Exercise:
The answer must consist of each line below that contains the string "export".

Material to process:
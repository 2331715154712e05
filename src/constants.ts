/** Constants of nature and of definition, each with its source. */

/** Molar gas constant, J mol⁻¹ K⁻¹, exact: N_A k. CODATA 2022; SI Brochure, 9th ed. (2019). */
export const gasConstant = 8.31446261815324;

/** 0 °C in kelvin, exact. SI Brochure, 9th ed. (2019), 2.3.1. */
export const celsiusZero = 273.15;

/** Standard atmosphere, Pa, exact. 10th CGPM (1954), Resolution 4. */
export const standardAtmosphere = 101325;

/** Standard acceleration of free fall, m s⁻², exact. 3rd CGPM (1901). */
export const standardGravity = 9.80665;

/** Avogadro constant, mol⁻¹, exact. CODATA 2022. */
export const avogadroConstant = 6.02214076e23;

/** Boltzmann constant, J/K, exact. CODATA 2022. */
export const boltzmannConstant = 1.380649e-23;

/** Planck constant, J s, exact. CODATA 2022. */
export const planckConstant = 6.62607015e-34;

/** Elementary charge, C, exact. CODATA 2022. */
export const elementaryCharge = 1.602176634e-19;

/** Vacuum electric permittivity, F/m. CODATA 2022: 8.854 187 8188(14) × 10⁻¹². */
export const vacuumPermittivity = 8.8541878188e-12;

Response to the task:
export const gasConstant = 8.31446261815324;
export const celsiusZero = 273.15;
export const standardAtmosphere = 101325;
export const standardGravity = 9.80665;
export const avogadroConstant = 6.02214076e23;
export const boltzmannConstant = 1.380649e-23;
export const planckConstant = 6.62607015e-34;
export const elementaryCharge = 1.602176634e-19;
export const vacuumPermittivity = 8.8541878188e-12;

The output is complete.